• _To do_
In the entries below, find every line with "RunContext" and copy it.

----

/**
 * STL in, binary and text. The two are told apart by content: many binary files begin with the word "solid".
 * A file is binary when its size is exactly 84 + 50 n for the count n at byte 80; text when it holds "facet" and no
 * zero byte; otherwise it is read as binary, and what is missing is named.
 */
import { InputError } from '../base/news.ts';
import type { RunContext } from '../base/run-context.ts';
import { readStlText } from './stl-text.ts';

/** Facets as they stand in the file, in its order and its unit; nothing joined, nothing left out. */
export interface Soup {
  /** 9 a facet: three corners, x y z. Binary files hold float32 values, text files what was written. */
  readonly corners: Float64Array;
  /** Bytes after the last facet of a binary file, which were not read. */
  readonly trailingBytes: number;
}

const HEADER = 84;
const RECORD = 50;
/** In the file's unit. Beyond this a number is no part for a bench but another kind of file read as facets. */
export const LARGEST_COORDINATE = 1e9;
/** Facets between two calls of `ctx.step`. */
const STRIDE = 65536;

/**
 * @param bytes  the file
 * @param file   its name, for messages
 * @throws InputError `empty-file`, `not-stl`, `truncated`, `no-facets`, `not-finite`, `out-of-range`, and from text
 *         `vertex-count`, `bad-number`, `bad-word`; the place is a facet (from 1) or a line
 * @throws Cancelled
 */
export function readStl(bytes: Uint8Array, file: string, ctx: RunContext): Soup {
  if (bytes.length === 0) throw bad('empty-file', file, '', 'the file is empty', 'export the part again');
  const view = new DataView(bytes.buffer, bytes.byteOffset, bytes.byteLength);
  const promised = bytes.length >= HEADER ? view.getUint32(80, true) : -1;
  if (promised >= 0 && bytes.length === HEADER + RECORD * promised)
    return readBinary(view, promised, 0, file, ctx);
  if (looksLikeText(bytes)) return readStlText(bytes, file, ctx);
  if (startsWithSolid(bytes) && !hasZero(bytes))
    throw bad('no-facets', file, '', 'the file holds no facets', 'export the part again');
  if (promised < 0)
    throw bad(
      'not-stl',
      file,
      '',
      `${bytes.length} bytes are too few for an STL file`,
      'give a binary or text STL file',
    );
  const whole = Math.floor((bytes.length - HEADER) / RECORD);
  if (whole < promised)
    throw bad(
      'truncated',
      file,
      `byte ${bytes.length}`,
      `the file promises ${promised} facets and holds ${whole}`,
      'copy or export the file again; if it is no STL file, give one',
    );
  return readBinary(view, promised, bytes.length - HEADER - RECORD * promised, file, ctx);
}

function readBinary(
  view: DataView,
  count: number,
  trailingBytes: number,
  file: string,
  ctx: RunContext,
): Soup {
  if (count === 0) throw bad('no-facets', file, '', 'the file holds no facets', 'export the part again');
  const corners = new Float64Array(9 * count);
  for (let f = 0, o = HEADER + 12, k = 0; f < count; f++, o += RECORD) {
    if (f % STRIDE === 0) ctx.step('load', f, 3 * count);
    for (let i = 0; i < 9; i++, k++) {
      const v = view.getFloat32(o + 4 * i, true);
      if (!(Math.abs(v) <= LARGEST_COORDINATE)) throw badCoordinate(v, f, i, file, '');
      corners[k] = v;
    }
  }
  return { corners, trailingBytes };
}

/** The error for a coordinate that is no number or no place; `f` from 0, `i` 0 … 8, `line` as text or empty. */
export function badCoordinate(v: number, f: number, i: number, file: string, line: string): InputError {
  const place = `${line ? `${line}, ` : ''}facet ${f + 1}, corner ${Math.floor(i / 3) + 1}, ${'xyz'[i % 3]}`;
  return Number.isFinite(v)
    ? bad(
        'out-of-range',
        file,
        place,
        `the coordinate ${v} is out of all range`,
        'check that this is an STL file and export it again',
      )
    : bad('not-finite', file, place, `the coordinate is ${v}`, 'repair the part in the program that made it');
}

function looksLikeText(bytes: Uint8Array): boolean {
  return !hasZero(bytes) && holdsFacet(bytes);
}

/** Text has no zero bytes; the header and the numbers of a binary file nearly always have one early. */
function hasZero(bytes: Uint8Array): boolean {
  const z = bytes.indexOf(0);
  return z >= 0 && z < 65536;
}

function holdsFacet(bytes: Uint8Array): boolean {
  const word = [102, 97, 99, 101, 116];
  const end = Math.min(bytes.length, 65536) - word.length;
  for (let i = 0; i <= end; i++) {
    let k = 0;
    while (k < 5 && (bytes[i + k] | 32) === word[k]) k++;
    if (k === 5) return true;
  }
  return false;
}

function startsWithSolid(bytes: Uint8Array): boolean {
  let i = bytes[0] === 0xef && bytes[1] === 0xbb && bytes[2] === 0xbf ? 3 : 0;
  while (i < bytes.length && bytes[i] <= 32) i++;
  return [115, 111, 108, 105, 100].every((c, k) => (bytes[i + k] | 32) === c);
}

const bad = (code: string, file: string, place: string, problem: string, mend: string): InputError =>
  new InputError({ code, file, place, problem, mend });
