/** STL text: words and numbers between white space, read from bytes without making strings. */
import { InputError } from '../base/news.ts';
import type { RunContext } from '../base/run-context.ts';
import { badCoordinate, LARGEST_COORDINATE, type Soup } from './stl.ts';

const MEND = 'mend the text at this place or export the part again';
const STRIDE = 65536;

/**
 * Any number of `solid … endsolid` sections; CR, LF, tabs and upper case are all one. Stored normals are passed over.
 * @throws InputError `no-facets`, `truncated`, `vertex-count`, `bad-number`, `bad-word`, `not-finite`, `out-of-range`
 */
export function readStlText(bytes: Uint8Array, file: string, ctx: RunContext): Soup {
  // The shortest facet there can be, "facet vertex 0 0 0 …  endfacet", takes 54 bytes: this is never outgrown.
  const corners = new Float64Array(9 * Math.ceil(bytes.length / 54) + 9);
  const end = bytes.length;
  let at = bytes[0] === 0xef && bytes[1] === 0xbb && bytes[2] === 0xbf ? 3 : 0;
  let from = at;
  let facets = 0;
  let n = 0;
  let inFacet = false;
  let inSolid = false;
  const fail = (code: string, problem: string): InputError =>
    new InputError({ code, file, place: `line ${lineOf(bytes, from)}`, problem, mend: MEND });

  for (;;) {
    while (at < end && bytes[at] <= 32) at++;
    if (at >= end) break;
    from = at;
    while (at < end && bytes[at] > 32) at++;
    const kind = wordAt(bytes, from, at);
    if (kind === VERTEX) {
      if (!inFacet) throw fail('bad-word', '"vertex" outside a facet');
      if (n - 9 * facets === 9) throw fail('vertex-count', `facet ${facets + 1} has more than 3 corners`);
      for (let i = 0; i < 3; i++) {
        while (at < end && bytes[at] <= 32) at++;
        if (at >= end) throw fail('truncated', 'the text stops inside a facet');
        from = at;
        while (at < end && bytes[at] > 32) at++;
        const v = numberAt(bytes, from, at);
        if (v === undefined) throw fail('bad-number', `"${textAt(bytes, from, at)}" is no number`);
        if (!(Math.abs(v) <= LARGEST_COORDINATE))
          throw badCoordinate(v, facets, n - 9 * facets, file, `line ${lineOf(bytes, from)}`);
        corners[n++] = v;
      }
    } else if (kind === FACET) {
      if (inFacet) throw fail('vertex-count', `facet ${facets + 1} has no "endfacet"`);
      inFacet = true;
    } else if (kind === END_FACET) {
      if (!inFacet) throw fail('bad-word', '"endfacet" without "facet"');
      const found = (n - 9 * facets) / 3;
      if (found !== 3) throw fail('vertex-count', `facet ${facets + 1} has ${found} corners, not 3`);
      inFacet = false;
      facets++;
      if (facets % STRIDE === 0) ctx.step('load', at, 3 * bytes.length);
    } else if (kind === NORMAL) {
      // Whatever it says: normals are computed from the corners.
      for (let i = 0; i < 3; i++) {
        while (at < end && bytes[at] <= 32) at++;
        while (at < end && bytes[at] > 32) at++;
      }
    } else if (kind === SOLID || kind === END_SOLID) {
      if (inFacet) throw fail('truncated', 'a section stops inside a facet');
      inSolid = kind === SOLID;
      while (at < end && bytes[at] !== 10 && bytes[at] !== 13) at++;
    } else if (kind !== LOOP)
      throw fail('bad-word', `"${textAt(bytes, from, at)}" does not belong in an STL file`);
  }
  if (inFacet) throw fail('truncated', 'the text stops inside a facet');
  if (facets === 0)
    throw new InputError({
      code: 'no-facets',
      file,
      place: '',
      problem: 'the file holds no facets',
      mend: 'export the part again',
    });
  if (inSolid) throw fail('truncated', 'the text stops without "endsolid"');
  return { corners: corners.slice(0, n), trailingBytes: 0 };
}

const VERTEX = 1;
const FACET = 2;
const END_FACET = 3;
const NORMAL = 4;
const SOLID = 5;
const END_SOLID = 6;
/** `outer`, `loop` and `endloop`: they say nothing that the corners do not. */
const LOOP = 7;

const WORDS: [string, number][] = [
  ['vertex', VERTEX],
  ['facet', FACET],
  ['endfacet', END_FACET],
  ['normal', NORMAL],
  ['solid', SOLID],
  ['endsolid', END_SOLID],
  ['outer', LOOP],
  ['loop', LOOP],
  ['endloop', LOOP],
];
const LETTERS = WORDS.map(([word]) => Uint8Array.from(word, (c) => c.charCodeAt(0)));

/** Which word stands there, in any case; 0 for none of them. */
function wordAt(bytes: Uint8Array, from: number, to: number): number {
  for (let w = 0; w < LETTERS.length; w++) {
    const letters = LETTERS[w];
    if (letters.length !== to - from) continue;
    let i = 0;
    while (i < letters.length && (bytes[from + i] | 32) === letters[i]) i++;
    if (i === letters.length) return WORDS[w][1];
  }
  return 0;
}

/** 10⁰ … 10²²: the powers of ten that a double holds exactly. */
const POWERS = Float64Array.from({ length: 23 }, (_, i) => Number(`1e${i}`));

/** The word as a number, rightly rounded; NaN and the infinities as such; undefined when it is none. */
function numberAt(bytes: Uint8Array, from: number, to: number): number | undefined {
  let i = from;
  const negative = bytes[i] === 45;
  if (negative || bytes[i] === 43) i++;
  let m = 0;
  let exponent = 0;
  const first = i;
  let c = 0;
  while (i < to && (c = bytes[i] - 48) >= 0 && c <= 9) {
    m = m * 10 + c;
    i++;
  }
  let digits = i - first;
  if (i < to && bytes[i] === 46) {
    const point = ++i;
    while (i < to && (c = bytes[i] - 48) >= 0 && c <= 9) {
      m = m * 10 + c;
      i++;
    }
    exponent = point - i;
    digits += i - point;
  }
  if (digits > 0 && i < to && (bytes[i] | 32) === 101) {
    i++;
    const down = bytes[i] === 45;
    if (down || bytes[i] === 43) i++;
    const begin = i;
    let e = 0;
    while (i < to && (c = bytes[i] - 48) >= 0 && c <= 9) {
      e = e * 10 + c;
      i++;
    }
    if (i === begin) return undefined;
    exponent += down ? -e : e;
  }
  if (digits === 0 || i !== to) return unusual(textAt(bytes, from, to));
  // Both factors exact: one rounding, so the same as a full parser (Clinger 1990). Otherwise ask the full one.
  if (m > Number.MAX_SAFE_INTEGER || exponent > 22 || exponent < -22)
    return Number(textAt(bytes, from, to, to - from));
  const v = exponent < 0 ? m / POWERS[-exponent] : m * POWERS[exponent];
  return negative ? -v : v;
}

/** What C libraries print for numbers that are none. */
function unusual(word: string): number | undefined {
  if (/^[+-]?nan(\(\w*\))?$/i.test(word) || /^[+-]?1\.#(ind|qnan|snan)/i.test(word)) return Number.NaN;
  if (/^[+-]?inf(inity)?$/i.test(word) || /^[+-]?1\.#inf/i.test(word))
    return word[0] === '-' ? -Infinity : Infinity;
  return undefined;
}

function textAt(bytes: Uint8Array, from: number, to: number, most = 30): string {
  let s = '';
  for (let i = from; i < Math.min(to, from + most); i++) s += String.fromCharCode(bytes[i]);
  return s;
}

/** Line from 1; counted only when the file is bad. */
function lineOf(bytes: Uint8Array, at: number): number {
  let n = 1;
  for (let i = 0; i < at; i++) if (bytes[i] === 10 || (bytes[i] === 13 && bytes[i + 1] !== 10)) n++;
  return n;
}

----

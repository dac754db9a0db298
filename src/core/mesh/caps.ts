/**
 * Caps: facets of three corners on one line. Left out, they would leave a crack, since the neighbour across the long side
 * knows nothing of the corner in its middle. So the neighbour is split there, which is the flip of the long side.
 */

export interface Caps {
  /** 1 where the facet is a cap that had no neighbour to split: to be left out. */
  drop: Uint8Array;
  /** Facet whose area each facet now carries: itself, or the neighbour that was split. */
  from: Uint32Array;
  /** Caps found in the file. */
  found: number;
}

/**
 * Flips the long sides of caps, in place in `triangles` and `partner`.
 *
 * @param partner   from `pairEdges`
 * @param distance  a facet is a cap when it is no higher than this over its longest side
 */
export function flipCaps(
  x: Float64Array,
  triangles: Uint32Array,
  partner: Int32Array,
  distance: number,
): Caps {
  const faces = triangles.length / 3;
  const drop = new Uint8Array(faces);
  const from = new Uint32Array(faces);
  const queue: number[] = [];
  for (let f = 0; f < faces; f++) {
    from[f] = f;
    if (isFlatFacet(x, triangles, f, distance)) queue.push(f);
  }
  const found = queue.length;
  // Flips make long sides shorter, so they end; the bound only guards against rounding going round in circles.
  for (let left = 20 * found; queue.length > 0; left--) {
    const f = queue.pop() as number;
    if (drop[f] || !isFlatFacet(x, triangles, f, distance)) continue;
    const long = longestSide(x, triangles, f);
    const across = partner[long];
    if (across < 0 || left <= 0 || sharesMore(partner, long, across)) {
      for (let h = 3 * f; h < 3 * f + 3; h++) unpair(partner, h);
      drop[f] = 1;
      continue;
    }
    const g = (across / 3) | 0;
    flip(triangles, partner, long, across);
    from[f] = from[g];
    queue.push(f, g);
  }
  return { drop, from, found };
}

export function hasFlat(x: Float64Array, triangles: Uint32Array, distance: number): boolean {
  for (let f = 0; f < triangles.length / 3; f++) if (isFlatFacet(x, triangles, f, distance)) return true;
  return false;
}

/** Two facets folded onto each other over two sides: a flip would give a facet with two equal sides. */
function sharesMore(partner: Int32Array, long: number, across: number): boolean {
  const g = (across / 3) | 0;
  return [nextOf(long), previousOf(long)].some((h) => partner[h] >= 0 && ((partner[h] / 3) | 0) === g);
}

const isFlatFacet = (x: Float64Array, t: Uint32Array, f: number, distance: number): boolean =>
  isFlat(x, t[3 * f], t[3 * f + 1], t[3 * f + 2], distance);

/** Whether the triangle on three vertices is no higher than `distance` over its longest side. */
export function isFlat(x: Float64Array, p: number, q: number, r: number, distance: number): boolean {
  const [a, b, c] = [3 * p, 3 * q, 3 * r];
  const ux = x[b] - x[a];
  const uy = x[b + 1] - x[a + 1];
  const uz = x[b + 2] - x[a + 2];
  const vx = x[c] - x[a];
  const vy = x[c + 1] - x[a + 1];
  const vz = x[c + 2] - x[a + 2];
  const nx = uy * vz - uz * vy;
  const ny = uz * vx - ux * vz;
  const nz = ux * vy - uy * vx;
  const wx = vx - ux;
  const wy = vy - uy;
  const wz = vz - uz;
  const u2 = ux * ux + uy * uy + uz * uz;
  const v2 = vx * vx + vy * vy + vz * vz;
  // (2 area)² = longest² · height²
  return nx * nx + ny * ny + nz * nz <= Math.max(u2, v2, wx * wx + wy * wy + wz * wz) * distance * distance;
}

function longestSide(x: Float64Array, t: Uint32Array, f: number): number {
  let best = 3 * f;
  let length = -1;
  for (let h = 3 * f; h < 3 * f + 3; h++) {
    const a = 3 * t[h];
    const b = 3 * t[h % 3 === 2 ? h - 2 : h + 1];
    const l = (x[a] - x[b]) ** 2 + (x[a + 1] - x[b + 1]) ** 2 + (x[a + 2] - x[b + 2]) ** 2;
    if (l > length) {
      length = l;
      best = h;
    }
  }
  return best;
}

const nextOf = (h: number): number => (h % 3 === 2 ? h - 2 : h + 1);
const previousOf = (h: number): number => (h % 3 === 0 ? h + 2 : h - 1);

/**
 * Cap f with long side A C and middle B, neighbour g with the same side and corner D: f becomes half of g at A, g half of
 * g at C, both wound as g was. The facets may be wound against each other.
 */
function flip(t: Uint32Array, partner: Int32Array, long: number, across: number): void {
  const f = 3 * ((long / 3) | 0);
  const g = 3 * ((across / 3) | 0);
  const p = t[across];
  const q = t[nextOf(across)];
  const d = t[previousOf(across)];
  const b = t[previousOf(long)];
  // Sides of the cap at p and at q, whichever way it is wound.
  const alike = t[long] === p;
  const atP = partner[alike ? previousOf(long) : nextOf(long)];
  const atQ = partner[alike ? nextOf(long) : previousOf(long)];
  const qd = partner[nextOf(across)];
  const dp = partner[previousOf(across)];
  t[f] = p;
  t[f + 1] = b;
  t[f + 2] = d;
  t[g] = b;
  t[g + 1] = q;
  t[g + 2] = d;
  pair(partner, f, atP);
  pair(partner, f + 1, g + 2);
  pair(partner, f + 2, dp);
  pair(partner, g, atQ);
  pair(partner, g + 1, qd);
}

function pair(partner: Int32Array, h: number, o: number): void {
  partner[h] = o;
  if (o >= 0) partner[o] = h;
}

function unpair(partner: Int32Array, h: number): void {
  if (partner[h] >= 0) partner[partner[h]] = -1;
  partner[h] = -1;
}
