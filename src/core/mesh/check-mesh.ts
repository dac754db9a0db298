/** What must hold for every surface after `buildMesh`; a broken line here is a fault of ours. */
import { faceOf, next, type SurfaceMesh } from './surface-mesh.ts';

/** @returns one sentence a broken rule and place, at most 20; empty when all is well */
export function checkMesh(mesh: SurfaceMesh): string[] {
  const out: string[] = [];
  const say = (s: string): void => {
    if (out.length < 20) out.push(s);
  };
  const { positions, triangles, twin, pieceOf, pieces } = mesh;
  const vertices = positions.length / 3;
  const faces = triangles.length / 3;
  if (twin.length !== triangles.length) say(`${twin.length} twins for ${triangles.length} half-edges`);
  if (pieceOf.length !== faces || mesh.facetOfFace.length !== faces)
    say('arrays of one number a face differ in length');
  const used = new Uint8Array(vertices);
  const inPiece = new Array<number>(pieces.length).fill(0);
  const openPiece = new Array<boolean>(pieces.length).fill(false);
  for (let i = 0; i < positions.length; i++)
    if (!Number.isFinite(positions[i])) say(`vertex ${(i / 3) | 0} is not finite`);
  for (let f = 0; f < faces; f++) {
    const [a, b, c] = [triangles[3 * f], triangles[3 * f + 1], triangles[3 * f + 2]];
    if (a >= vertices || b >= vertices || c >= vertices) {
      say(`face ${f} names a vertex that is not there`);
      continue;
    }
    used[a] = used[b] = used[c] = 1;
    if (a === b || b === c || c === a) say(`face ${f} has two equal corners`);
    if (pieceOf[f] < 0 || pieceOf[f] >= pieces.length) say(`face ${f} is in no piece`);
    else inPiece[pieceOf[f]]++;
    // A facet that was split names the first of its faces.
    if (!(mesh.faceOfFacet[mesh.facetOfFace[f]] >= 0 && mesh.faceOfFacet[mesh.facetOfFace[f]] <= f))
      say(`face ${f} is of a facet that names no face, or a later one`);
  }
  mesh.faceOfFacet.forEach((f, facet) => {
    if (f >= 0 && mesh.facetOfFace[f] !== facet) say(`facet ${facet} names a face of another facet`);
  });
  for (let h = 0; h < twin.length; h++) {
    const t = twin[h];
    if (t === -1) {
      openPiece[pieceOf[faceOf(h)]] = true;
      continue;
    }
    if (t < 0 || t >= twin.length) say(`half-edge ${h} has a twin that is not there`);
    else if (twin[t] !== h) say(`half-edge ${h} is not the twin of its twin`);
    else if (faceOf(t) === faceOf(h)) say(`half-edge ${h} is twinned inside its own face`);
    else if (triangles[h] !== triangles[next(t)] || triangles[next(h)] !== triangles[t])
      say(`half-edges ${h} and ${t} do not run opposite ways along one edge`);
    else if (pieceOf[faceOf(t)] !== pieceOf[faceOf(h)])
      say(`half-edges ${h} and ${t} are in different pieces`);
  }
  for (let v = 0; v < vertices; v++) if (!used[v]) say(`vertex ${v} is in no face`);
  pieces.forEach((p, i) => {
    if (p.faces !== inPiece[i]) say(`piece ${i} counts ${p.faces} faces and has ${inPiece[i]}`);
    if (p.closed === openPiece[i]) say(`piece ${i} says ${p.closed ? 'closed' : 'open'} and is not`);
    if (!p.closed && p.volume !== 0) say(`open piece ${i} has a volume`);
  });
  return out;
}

----

• _Response to this exercise_
import type { RunContext } from '../base/run-context.ts';
export function readStl(bytes: Uint8Array, file: string, ctx: RunContext): Soup {
  ctx: RunContext,
import type { RunContext } from '../base/run-context.ts';
export function readStlText(bytes: Uint8Array, file: string, ctx: RunContext): Soup {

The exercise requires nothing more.